The translation of animated characters like Olaf, or the design of characters like our BDX Droids, requires balancing artistic fidelity with the constraints of the physical world. This talk explores how these robotic characters achieve that balance through the integration of modular mechatronics and deep reinforcement learning. Leveraging GPU-accelerated simulation to handle complex mechanisms, we train control policies that enable our characters to self-balance and self-regulate temperature. We further demonstrate progress in believable, autonomous navigation and human-robot interaction driven by onboard perception.

Physical AI is absolutely an important frontier in the maturation of AI in general, and humanoid robotics represents merely one slice of that category.

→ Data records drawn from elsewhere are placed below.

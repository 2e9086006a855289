import 'server-only';
import { after } from 'next/server';
import type { Transaction } from 'sequelize';
import { audit } from '@/lib/audit';
import type { Actor } from '@/lib/auth';
import { HttpError } from '@/lib/http';
import { sequelize } from '@/models';
import { exec, select } from './db';
import { assertPeriodOpen, isPeriodClosed, lockCoopBilling, periodBounds, periodClosedError } from './locks';
import { currentPeriod, periodToDate } from './periods';

/** Members per chunk; each chunk is one transaction, so a crash loses at most one chunk's work. */
export const RUN_CHUNK = 500;
/** A run whose heartbeat is older than this is taken to have died with its server. */
const STALE_AFTER_MS = 60_000;

export interface RunDTO {
  id: number;
  period: string;
  status: 'running' | 'completed' | 'failed' | 'abandoned';
  totalMembers: number;
  doneMembers: number;
  drafts: number;
  limitedToMembers: number | null;
  error: string | null;
  startedAt: string;
  finishedAt: string | null;
}

interface RunRow {
  id: number; period: string; status: RunDTO['status']; total_members: number; done_members: number; drafts: number;
  member_ids: number[] | null; error: string | null; created_at: Date; finished_at: Date | null; heartbeat_at: Date; started_by_user_id: number | null;
}

const toDto = (r: RunRow): RunDTO => ({
  id: r.id,
  period: String(r.period).slice(0, 7),
  status: r.status,
  totalMembers: r.total_members,
  doneMembers: r.done_members,
  drafts: r.drafts,
  limitedToMembers: r.member_ids ? r.member_ids.length : null,
  error: r.error,
  startedAt: new Date(r.created_at).toISOString(),
  finishedAt: r.finished_at ? new Date(r.finished_at).toISOString() : null,
});

interface Scope {
  coopId: number;
  period: string; // 'YYYY-MM-01'
  end: Date; // first instant of the next month in the co-op's time zone
  duesCents: number;
  only: number[] | null;
}

/**
 * Who gets an invoice for the month: active members owing dues, and anyone with unbilled draws
 * up to the month's end (late-recorded ones included) or unbilled adjustments — skipping members
 * whose invoice for the month is already issued. Keyset-paged by membership id.
 */
const MEMBERS_SQL = (count: boolean) => `
  SELECT ${count ? 'count(*)::int AS n' : 'm.id'} FROM memberships m
  WHERE m.coop_id = $coopId ${count ? '' : 'AND m.id > $after'}
    AND ($only::int[] IS NULL OR m.id = ANY($only::int[]))
    AND NOT EXISTS (SELECT 1 FROM invoices i WHERE i.coop_id = $coopId AND i.membership_id = m.id AND i.period = $period::date
                    AND i.kind = 'invoice' AND i.status NOT IN ('draft', 'void'))
    AND (
      ($dues::bigint > 0 AND m.status = 'active' AND m.joined_at < $end::timestamptz)
      OR EXISTS (SELECT 1 FROM invoices i WHERE i.coop_id = $coopId AND i.membership_id = m.id AND i.period = $period::date
                 AND i.kind = 'invoice' AND i.status = 'draft')
      OR EXISTS (SELECT 1 FROM draws d WHERE d.coop_id = $coopId AND d.membership_id = m.id AND d.occurred_at < $end::timestamptz
                 AND NOT EXISTS (SELECT 1 FROM invoice_lines l WHERE l.draw_id = d.id AND NOT l.released))
      OR EXISTS (SELECT 1 FROM billing_adjustments a WHERE a.coop_id = $coopId AND a.membership_id = m.id AND a.period <= $period::date
                 AND NOT EXISTS (SELECT 1 FROM invoice_lines l WHERE l.adjustment_id = a.id AND NOT l.released))
    )
  ${count ? '' : 'ORDER BY m.id LIMIT $limit'}`;

const scopeBind = (s: Scope) => ({ coopId: s.coopId, period: s.period, end: s.end, dues: s.duesCents, only: s.only });

/**
 * The credit line of each draft matched by `where` (on alias i): the member's credit balance
 * applied up to the invoice's subtotal.
 */
export const creditLinesSql = (where: string) => `
  WITH sub AS (
    SELECT i.id, i.membership_id, SUM(l.amount_cents) AS s
    FROM invoices i JOIN invoice_lines l ON l.invoice_id = i.id AND l.kind <> 'credit'
    WHERE ${where}
    GROUP BY i.id, i.membership_id
  ), bal AS (
    SELECT mc.membership_id, SUM(mc.amount_cents) AS b FROM member_credits mc
    WHERE mc.coop_id = $coopId AND mc.membership_id IN (SELECT membership_id FROM sub) GROUP BY mc.membership_id
  )
  INSERT INTO invoice_lines (coop_id, invoice_id, sort_key, kind, description, amount_cents)
  SELECT $coopId, sub.id, 990000, 'credit', 'Credit on your account applied', -LEAST(bal.b, sub.s)
  FROM sub JOIN bal ON bal.membership_id = sub.membership_id
  WHERE bal.b > 0 AND sub.s > 0`;

/** Sets each draft matched by `where` (on alias i2) to the exact sum of its lines. */
export const totalsSql = (where: string) => `
  UPDATE invoices i SET total_cents = s.total, updated_at = now()
  FROM (SELECT l.invoice_id, SUM(l.amount_cents) AS total FROM invoice_lines l JOIN invoices i2 ON i2.id = l.invoice_id
        WHERE ${where} GROUP BY l.invoice_id) s
  WHERE i.id = s.invoice_id AND i.total_cents IS DISTINCT FROM s.total`;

“I think physical AI in general is going to be really interesting to hear about,” says Litten.

Above all else, for many people who grew up with images of Rosie the Robot or C-3PO, the fact that we might be on the horizon of humanoid robotics becoming a fact of life in the way that videoconferencing — imagined on The Jetsons back in the 1960s — is just fun and exciting. And excitement is perhaps the most accurate emotion to describe what surrounds NVIDIA GTC 2026.

“Overall, GTC, I describe it as the Woodstock of technology. It’s always fun. There’s going to be robots running around. It’s going to be a blast,” says Jeff Myers, principal enterprise strategist for human intelligence/AI advanced computing at CDW.